### PROBLEM DESCRIPTION
Among the entries that follow, how many lines contain the string "this"? Write the number alone.
-------
"""The heat logbook: what is recorded comes back whole, and nothing committed is ever lost.

Outside references: SQLite's own ``PRAGMA integrity_check`` and plain ``sqlite3`` reads of the file
(an engine independent of our code), costs worked by hand (kg x price), ISO 8601 dates.
"""

from __future__ import annotations

import math
import os
import signal
import sqlite3
import subprocess
import sys
import textwrap
import time
from collections.abc import Callable
from contextlib import contextmanager
from datetime import UTC, date, datetime
from pathlib import Path

import pytest

from meltfix.base.errors import InputError
from meltfix.plan.planner import Planner
from meltfix.plan.result import PlanOptions
from meltfix.records.logbook import (APPLICATION_ID, SCHEMA_VERSION, Logbook, PlanRecord, SampleRecord, Shift,
                                     default_logbook_path)
from meltfix.shop.analysis import Analysis
from meltfix.shop.heat import Heat
from meltfix.shop.recipes import load_recipes

T0 = datetime(2026, 3, 2, 7, 30)


@pytest.fixture(params=["sqlite", "postgresql"])
def place(request: pytest.FixtureRequest, tmp_path: Path) -> str:
    """Where a test's logbook lives: a SQLite file, or a fresh database on the test PostgreSQL server."""
    if request.param == "sqlite":
        return str(tmp_path / "log.sqlite")
    return request.getfixturevalue("postgres_url")


@pytest.fixture()
def book(tmp_path: Path, write_recipes: Callable[..., Path]):
    """A three-material recipe book, so the tests do not depend on the shop's data."""
    return load_recipes(write_recipes(tmp_path / "recipes", textwrap.dedent("""
        [[material]]
        name = "FeMn"
        price_per_kg = 1.35
        composition = { Mn = 79.0, C = 6.8 }
        recovery = { Mn = 0.90, C = 0.90 }

        [[material]]
        name = "Graphite"
        price_per_kg = 0.80
        composition = { C = 98.5 }
        recovery = { C = 0.90 }

        [[material]]
        name = "Scrap"
        price_per_kg = 0.36
        composition = { C = 0.05, Mn = 0.40 }
        """), textwrap.dedent("""
        name = "Plain"
        [window]
        C = [0.43, 0.50]
        Mn = [0.60, 0.90]
        [aim]
        C = 0.46
        Mn = 0.75
        """)))


def _heat(heat_id: str = "H1", **changes) -> Heat:
    return Heat(heat_id, "Plain", 60_000.0, Analysis({"C": 0.40, "Mn": 0.52}), capacity_kg=65_000.0,
                temperature_c=1595.0).with_changes(**changes)


def _integrity(path: Path) -> str:
    db = sqlite3.connect(path)
    try:
        return db.execute("PRAGMA integrity_check").fetchone()[0]
    finally:
        db.close()


# -- what is recorded comes back ----------------------------------------------------------------


def test_history_holds_samples_plans_and_additions_in_time_order(place: str, book) -> None:
    heat = _heat()
    plan = Planner(book).plan(heat)
    with Logbook(place, book) as logbook:
        logbook.record_sample("H1", "S1", heat.analysis, [Analysis({"C": 0.401, "Mn": 0.52}),
                                                         Analysis({"C": 0.399, "Mn": 0.52})], T0,
                              temperature_c=1595.0)
        plan_id = logbook.record_plan(heat, plan, T0.replace(minute=33))
        logbook.record_additions("H1", [("FeMn", 200.0), ("Graphite", 25.0)], plan_id, T0.replace(minute=36))
        logbook.record_sample("H1", "S2", Analysis({"C": 0.455, "Mn": 0.74}), (), T0.replace(minute=45))
        history = logbook.heat_history("H1")

    assert [type(e).__name__ for e in history.events] == ["SampleRecord", "PlanRecord", "AdditionsRecord",
                                                          "SampleRecord"]
    assert history.grade == "Plain" and history.bath_kg == 60_000.0 and history.corrections == 1
    assert history.shift == Shift(date(2026, 3, 2), "early")
    first = history.samples[0]
    assert first.analysis.pct == {"C": 0.40, "Mn": 0.52} and len(first.burns) == 2 and first.temperature_c == 1595.0
    (made,) = history.additions
    assert made.plan_id == plan_id
    # Costs at the prices in force, worked by hand: 200 kg x 1.35 + 25 kg x 0.80 = 290.
    assert [(line.material, line.kg, line.cost) for line in made.lines] == [("FeMn", 200.0, 270.0),
                                                                              ("Graphite", 25.0, 20.0)]
    assert math.isclose(made.total_cost, 290.0)


def test_a_recorded_plan_can_be_made_again_from_its_inputs(place: str, book) -> None:
    heat = _heat(price_per_kg={"FeMn": 1.50}, switched_off=frozenset({"Scrap"}), max_temp_drop_c=30.0,
                 analysis=Analysis({"C": 0.40, "Mn": 0.001}, frozenset({"Mn"})))
    options = PlanOptions(continuous=True, aim_penalty=2.0)
    plan = Planner(book).plan(heat, options)
    with Logbook(place, book) as logbook:
        plan_id = logbook.record_plan(heat, plan, T0, options=options)
        (record,) = logbook.heat_history("H1").plans
    assert isinstance(record, PlanRecord) and record.plan_id == plan_id
    assert record.heat == heat and record.options == options
    again = Planner(book).plan(record.heat, record.options)
    assert again.total_cost == pytest.approx(plan.total_cost, rel=1e-9)
    assert [(a.material, a.kg) for a in again.additions] == [(line.material, line.kg) for line in record.lines]
    assert record.prices["FeMn"] == 1.50  # this heat's price, not the book's 1.35
    assert record.result["status"] == plan.status


def test_actual_additions_are_priced_as_planned_even_off_plan(place: str, book) -> None:
    heat = _heat(price_per_kg={"FeMn": 2.00})
    plan = Planner(book).plan(heat)
    with Logbook(place, book) as logbook:
        plan_id = logbook.record_plan(heat, plan, T0)
        # FeMn at this heat's 2.00; Scrap was not in the plan: the book's 0.36 in force when planned.
        logbook.record_additions("H1", [("FeMn", 100.0), ("Scrap", 500.0)], plan_id, T0)
        (made,) = logbook.heat_history("H1").additions
    assert [line.cost for line in made.lines] == [200.0, 180.0]


def test_a_line_without_a_known_price_is_still_recorded(place: str) -> None:
    with Logbook(place) as logbook:  # no recipe book, no plan
        logbook.record_additions("H9", [("Mystery alloy", 12.5)], when=T0)
        (summary,) = logbook.list_heats()
        (made,) = logbook.heat_history("H9").additions
    assert made.lines[0].kg == 12.5 and made.lines[0].cost is None
    assert summary.unpriced_lines == 1 and summary.actual_cost == 0.0 and summary.grade is None


@pytest.mark.parametrize("additions, field", [
    ([("FeMn", -5.0)], "additions.FeMn"),
    ([("FeMn", float("nan"))], "additions.FeMn"),
    ([("FeMn", "ten")], "additions.FeMn"),
    ([("Unobtainium", 5.0)], "additions.Unobtainium"),
    ([], ""),
])
def test_bad_additions_are_refused_and_nothing_is_written(place: str, book, additions, field) -> None:
    with Logbook(place, book) as logbook:
        logbook.record_additions("H1", [("FeMn", 10.0)], when=T0)
        with pytest.raises(InputError) as caught:
            logbook.record_additions("H1", additions, when=T0)
        assert caught.value.field == field
        assert logbook.list_heats()[0].corrections == 1


def test_a_plan_of_another_heat_is_refused(place: str, book) -> None:
    with Logbook(place, book) as logbook:
        plan_id = logbook.record_plan(_heat("H1"), Planner(book).plan(_heat("H1")), T0)
        with pytest.raises(InputError, match="not a plan of heat H2"):
            logbook.record_additions("H2", [("FeMn", 10.0)], plan_id)


def test_a_sample_id_is_recorded_once(place: str) -> None:
    with Logbook(place) as logbook:
        logbook.record_sample("H1", "S1", Analysis({"C": 0.40}), when=T0)
        with pytest.raises(InputError, match="already recorded"):
            logbook.record_sample("H1", "S1", Analysis({"C": 0.99}), when=T0)
        assert logbook.heat_history("H1").samples[0].analysis.pct == {"C": 0.40}
        # Given other ids, the logbook takes the first one still free, and says which.
        assert logbook.record_sample("H1", "S1", Analysis({"C": 0.45}), when=T0, if_taken=["S2", "S3"]) == "S2"
        assert logbook.record_sample("H1", "S1", Analysis({"C": 0.46}), when=T0, if_taken=["S2", "S3"]) == "S3"


def test_spectrometer_sample_is_recorded_with_its_burns(place: str) -> None:
    from meltfix.readers.spectro import read_export

    export = Path(__file__).parents[1] / "data" / "spectro" / "three_burns_outlier.csv"
    sample = read_export(export, drop_flagged=True).samples[0]
    with Logbook(place) as logbook:
        logbook.record_spectro_sample("KB-24117", sample, T0, temperature_c=1601.0)
        (record,) = logbook.heat_history("KB-24117").samples
    assert isinstance(record, SampleRecord)
    assert record.sample_id == sample.sample_id and len(record.burns) == 3
    assert record.burns[2].pct["Mn"] == pytest.approx(0.842)
    assert record.rejected_burns == frozenset(k for k, b in enumerate(sample.burns, 1) if not b.accepted)
    assert record.analysis.pct == dict(sample.analysis.pct) and record.flags == sample.flags


# -- heats, shifts and dates --------------------------------------------------------------------


@pytest.mark.parametrize("moment, shift", [
    # Three eight-hour shifts from 06:00, 14:00 and 22:00 (common practice).
    (datetime(2026, 3, 2, 5, 59), Shift(date(2026, 3, 1), "night")),
    (datetime(2026, 3, 2, 6, 0), Shift(date(2026, 3, 2), "early")),
    (datetime(2026, 3, 2, 13, 59), Shift(date(2026, 3, 2), "early")),
    (datetime(2026, 3, 2, 14, 0), Shift(date(2026, 3, 2), "late")),
    (datetime(2026, 3, 2, 22, 0), Shift(date(2026, 3, 2), "night")),
    (datetime(2026, 3, 3, 0, 30), Shift(date(2026, 3, 2), "night")),
])
def test_shift_of_a_moment(moment: datetime, shift: Shift) -> None:
    assert Shift.of(moment) == shift


def test_list_heats_by_date_and_by_shift(place: str) -> None:
    with Logbook(place) as logbook:
        for heat_id, moment in (("A", datetime(2026, 3, 2, 23, 0)), ("B", datetime(2026, 3, 3, 1, 0)),
                                ("C", datetime(2026, 3, 3, 9, 0)), ("D", datetime(2026, 3, 4, 0, 0))):
            logbook.record_additions(heat_id, [("FeMn", 10.0)], when=moment, prices={"FeMn": 1.0})
        # A heat first seen late but with an earlier sample moves back to its real start.
        logbook.record_sample("D", "S1", Analysis({"C": 0.1}), when=datetime(2026, 3, 3, 21, 0))
        assert [h.heat_id for h in logbook.list_heats()] == ["A", "B", "C", "D"]
        assert [h.heat_id for h in logbook.list_heats(date(2026, 3, 3), date(2026, 3, 3))] == ["B", "C", "D"]
        assert [h.heat_id for h in logbook.list_heats(date_to=date(2026, 3, 2))] == ["A"]
        night = Shift(date(2026, 3, 2), "night")
        assert [h.heat_id for h in logbook.list_heats(shift=night)] == ["A", "B"]
        assert logbook.shifts() == [night, Shift(date(2026, 3, 3), "early"), Shift(date(2026, 3, 3), "late")]
        assert logbook.list_heats(shift=night)[0].actual_cost == 10.0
-------
### RESPONSE
2